Traversal with accumulation is also a very common pattern and is encapsulated in `foldl` and `foldr` (fold left and fold right) -- higher order functions defined in the Prelude. For instance, here's the signature of `foldl`:

``foldl :: (a -> b -> a) -> a -> [b] -> a``

`a` is the type of the accumulator and `[b]` is the input list type. `foldl` traverses the list from left to right, calling the function `(a -> b -> a)` with two arguments: the current accumulator and the current element. The function returns the new accumulator, which is then used in the next iteration.

Ex 4. Use `foldl` to calculate the sum of squares given a list of doubles.
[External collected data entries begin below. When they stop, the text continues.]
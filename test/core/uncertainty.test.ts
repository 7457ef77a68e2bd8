/**
 * The uncertainty engine: the float64 package kernel against the exact plan, quantiles and a
 * known case, degenerate ranges, the chance SIR ≥ 1, seeds and bad options.
 *
 * The demo homes are only inputs here: the kernel is checked against the engine's own exact
 * plan (reportOf) and against a replay through applyMeasure written in this test, never against
 * the demo's figures. Quantiles are checked against @formulajs/formulajs 4.6.1 PERCENTILE.INC
 * (Excel; Hyndman–Fan definition 7, as numpy's default) and a hand case.
 */
import * as formula from '@formulajs/formulajs';
import fc from 'fast-check';
import { describe, expect, it } from 'vitest';
import { InputError } from '../../core/errors.ts';
import { evaluateHome, reportOf, type Evaluation } from '../../core/evaluate.ts';
import {
  aim2ShelterFactor,
  aim2StackFactor,
  aim2WindFactor,
} from '../../core/infiltration/aim2.ts';
import { lookupOf, MEASURE_LIBRARY } from '../../core/measure-library.ts';
import {
  compileMeasuresKernel,
  compilePackageKernel,
  emptyFigures,
  escalatedFactorFloat,
  hypotOfTwo,
} from '../../core/plan/kernel.ts';
import { escalatedUniformPresentValueFactor } from '../../core/economics/index.ts';
import {
  aim2Flows,
  shelterFunction,
  stackFactorFunction,
  windFactorFunction,
} from '../../core/plan/kernel-aim2.ts';
import { buildPriceBook } from '../../core/plan/prices.ts';
import { applyMeasure, stateAfter, stateOf } from '../../core/plan/step.ts';
import { ventilationAfterPackage } from '../../core/plan/ventilation-fan.ts';
import { LEAK_LOCATIONS, type HomeFileInput } from '../../core/schema.ts';
import {
  triangularMean,
  triangularQuantile,
  triangularVariance,
} from '../../core/uncertainty/distributions.ts';
import { kernelUncertainty, packageUncertainty } from '../../core/uncertainty/monte-carlo.ts';
import { homePackageOf } from '../../core/uncertainty/portfolio-home.ts';
import { Xoshiro128StarStar } from '../../core/uncertainty/random.ts';
import { histogramOf, quantileSorted, spreadOf } from '../../core/uncertainty/summary.ts';
import { DEMO_HOMES } from '../../db/demo/alder-creek.ts';
import { validBaseHome } from '../_lib/base-home.ts';
import { expectInputError } from '../_lib/expect-input-error.ts';
import { homeArbitrary } from '../_lib/home-arbitrary.ts';
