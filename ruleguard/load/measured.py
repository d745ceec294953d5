"""Measured frequency responses from CSV (``measured_response`` plants).

The file has a header row and one row per frequency::

    freq_hz,magnitude_db,phase_deg
    1.0,39.58,-89.95

Blank lines and lines starting with ``#`` are skipped. The magnitude column
is ``magnitude_db`` (dB) or ``magnitude_abs`` (linear, converted to dB);
``magnitude_unit = "abs"`` in the registry entry also marks the column as
linear. Frequencies must be positive and strictly increasing, at most
:data:`MAX_ROWS` rows, every value finite. The phase may be wrapped: it is
unwrapped here (each step between rows is brought into [-180, 180) degrees by
whole turns), so the record holds the unwrapped phase.

Every problem is an :class:`~ruleguard.errors.InputError` at the file, line
(row) and column of the cell, with the column name as the key.
"""

from __future__ import annotations

import math
from pathlib import Path

from ruleguard.errors import InputError
from ruleguard.load.sources import read_text
from ruleguard.load.spec import MeasuredData
from ruleguard.location import Location

#: Most data rows a measured response may have.
MAX_ROWS = 10000
#: Fewest data rows (interpolation needs two points).
MIN_ROWS = 2

_MAGNITUDE_COLUMNS = ("magnitude_db", "magnitude_abs")


def read_measured(
    root: str | Path,
    rel_path: str,
    origin: Location | None,
    magnitude_unit: str,
    texts: dict[str, str],
) -> MeasuredData:
    """Read and check a measured-response CSV file (contained under ``root``)."""
    if not rel_path.lower().endswith(".csv"):
        raise InputError.at(
            origin or Location(rel_path), f"'{rel_path}': a measured response must be a .csv file"
        )
    name, text = read_text(root, rel_path, origin)
    texts[name] = text
    return parse_measured(name, text, magnitude_unit)


def _cells(line: str) -> list[tuple[str, int]]:
    """Cells of a CSV line with the 1-based column where each starts."""
    cells = []
    start = 0
    for part in line.split(","):
        stripped = part.strip()
        offset = len(part) - len(part.lstrip())
        cells.append((stripped, start + offset + 1))
        start += len(part) + 1
    return cells


def parse_measured(name: str, text: str, magnitude_unit: str = "db") -> MeasuredData:
    """Parse CSV ``text`` of file ``name`` into :class:`MeasuredData`."""
    rows: list[tuple[int, list[tuple[str, int]]]] = []
    header: list[tuple[str, int]] | None = None
    header_line = 0
    for number, raw_line in enumerate(text.splitlines(), start=1):
        line = raw_line.rstrip("\r")
        if not line.strip() or line.lstrip().startswith("#"):
            continue
        if header is None:
            header, header_line = _cells(line), number
            continue
        rows.append((number, _cells(line)))
        if len(rows) > MAX_ROWS:
            raise InputError(
                name, number, 1, "", f"more than {MAX_ROWS} data rows; the limit is {MAX_ROWS}"
            )
    if header is None:
        raise InputError(name, 1, 1, "", "no header row; expected freq_hz,magnitude_db,phase_deg")
    names = [cell.lower() for cell, _ in header]
    if (
        len(names) != 3
        or names[0] != "freq_hz"
        or names[1] not in _MAGNITUDE_COLUMNS
        or names[2] != "phase_deg"
    ):
        raise InputError(
            name,
            header_line,
            1,
            "",
            f"header is '{','.join(c for c, _ in header)}'; expected "
            "freq_hz,magnitude_db,phase_deg (or magnitude_abs for a linear magnitude)",
        )
    linear = names[1] == "magnitude_abs" or magnitude_unit == "abs"
    if len(rows) < MIN_ROWS:
        raise InputError(
            name,
            header_line,
            1,
            "",
            f"{len(rows)} data row(s); a measured response needs at least {MIN_ROWS}",
        )
    freq: list[float] = []
    magnitude: list[float] = []
    phase: list[float] = []
    column_names = [c for c, _ in header]
    for line_number, cells in rows:
        if len(cells) != 3:
            raise InputError(
                name,
                line_number,
                1,
                "",
                f"row has {len(cells)} cell(s); expected 3 ({','.join(column_names)})",
            )
        values = []
        for (cell, column), column_name in zip(cells, column_names, strict=True):
            try:
                value = float(cell)
            except ValueError:
                raise InputError(
                    name, line_number, column, column_name, f"'{cell}' is not a number"
                ) from None
            if not math.isfinite(value):
                raise InputError(
                    name, line_number, column, column_name, f"'{cell}' is not a finite number"
                )
            values.append(value)
        f, m, p = values
        if f <= 0:
            raise InputError(
                name, line_number, cells[0][1], column_names[0],
                f"frequency must be > 0 Hz, found {f:g}",
            )
        if freq and f <= freq[-1]:
            raise InputError(
                name, line_number, cells[0][1], column_names[0],
                f"frequencies must increase strictly: {f:g} Hz follows {freq[-1]:g} Hz",
            )
        if linear:
            if m <= 0:
                raise InputError(
                    name, line_number, cells[1][1], column_names[1],
                    f"a linear magnitude must be > 0, found {m:g}",
                )
            m = 20.0 * math.log10(m)
        freq.append(f)
        magnitude.append(m)
        phase.append(p)
    return MeasuredData(tuple(freq), tuple(magnitude), tuple(unwrap_deg(phase)), name)


def unwrap_deg(phase_deg: list[float]) -> list[float]:
    """Unwrap a phase sequence in degrees: each step is brought into [-180, 180)."""
    if not phase_deg:
        return []
    out = [phase_deg[0]]
    for value in phase_deg[1:]:
        step = value - phase_deg[len(out) - 1]
        step -= 360.0 * math.floor((step + 180.0) / 360.0)
        out.append(out[-1] + step)
    return out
``````squares :: [Int] -> Int
squares = foldl (\acc x -> ???) 0

main = print \$ squares [3, 4, 5]``````

Ex 5. The accumulator in `foldl` can also be a list. With this in mind, implement function `rev` that reverses a list.

``````rev :: [a] -> [a]
rev = foldl ???

main = print \$ rev "spot on"``````

Ex 6. Just as a proof of concept, implement a version of `alnums` using `foldl`, even though it's going to be awkward and inefficient.

``````import Data.Char

alnums :: String -> (String, String)
alnums str = undefined

main = do
print \$ alnums "R2D2+C3Po"
print \$ alnums "a14"``````

## Tokenizing Numbers

The tokenizer for numbers is very similar to the tokenizer for identifiers. As before, we'll use mutual recursion:

``````tokenize (c : cs)
...
| isDigit c = number c cs

number c cs =
let (digs, cs') = digits cs in
TokNum (read (c : digs)) : tokenize cs'``````

I used `read` to convert a string to an `Int`.

The function `digits` is the equivalent of `alnums`, except that it gathers digits rather than alphanumeric characters:

``````digits :: String -> (String, String)
digits str = digs "" str
where
digs :: String -> String -> (String, String)
digs acc [] = (acc, [])
digs acc (c : cs) | isDigit c =
let (acc', cs') = digs acc cs
in (c:acc', cs')
| otherwise = (acc, c:cs)``````

In fact, if you compare the two functions, they only differ in one place: The predicate `isAlphaNum` is replaced by `isDigit`. This clearly calls for refactoring: We should make the predicate an argument to a more general (higher order) function. Let's call this function `span`:

``````import Data.Char
import Prelude hiding (span)
-- show
span :: (a -> Bool) -> [a] -> ([a], [a])
span pred str =
let -- define a helper function 'spanAcc'
spanAcc acc [] = (acc, [])
spanAcc acc (c : cs) | pred c =
let (acc', cs') = spanAcc acc cs
in (c:acc', cs')
| otherwise = (acc, c:cs)
in
spanAcc [] str

main = print \$ span isAlphaNum "R2D2 + C3Po"``````

`span` is so useful that it's included in the Prelude. We'll use it in the final version of the tokenizer, which follows.

## The Tokenizer

``````import Data.Char

data Operator = Plus | Minus | Times | Div
deriving (Show, Eq)

data Token = TokOp Operator
| TokIdent String
| TokNum Int
deriving (Show, Eq)

operator :: Char -> Operator
operator c | c == '+' = Plus
| c == '-' = Minus
| c == '*' = Times
| c == '/' = Div

tokenize :: String -> [Token]
tokenize [] = []
tokenize (c : cs)
| elem c "+-*/" = TokOp (operator c) : tokenize cs
| isDigit c = number c cs
| isAlpha c = identifier c cs
| isSpace c = tokenize cs
| otherwise = error \$ "Cannot tokenize " ++ [c]

identifier c cs = let (str, cs') = span isAlphaNum cs in
TokIdent (c:str) : tokenize cs'

number c cs =
let (digs, cs') = span isDigit cs in
TokNum (read (c : digs)) : tokenize cs'

main = do
print \$ tokenize "12 + 24 / x1"``````

In the next installment we are going to implement the parser. We'll be using the results of the simple exercise below, so try to work on it, or just peek at the solution.

Ex 7. Extend the tokenizer above to recognize more tokens: `LParen` and `RParen` corresponding to `(` and `)`; as well as `TokAssign` for `=`.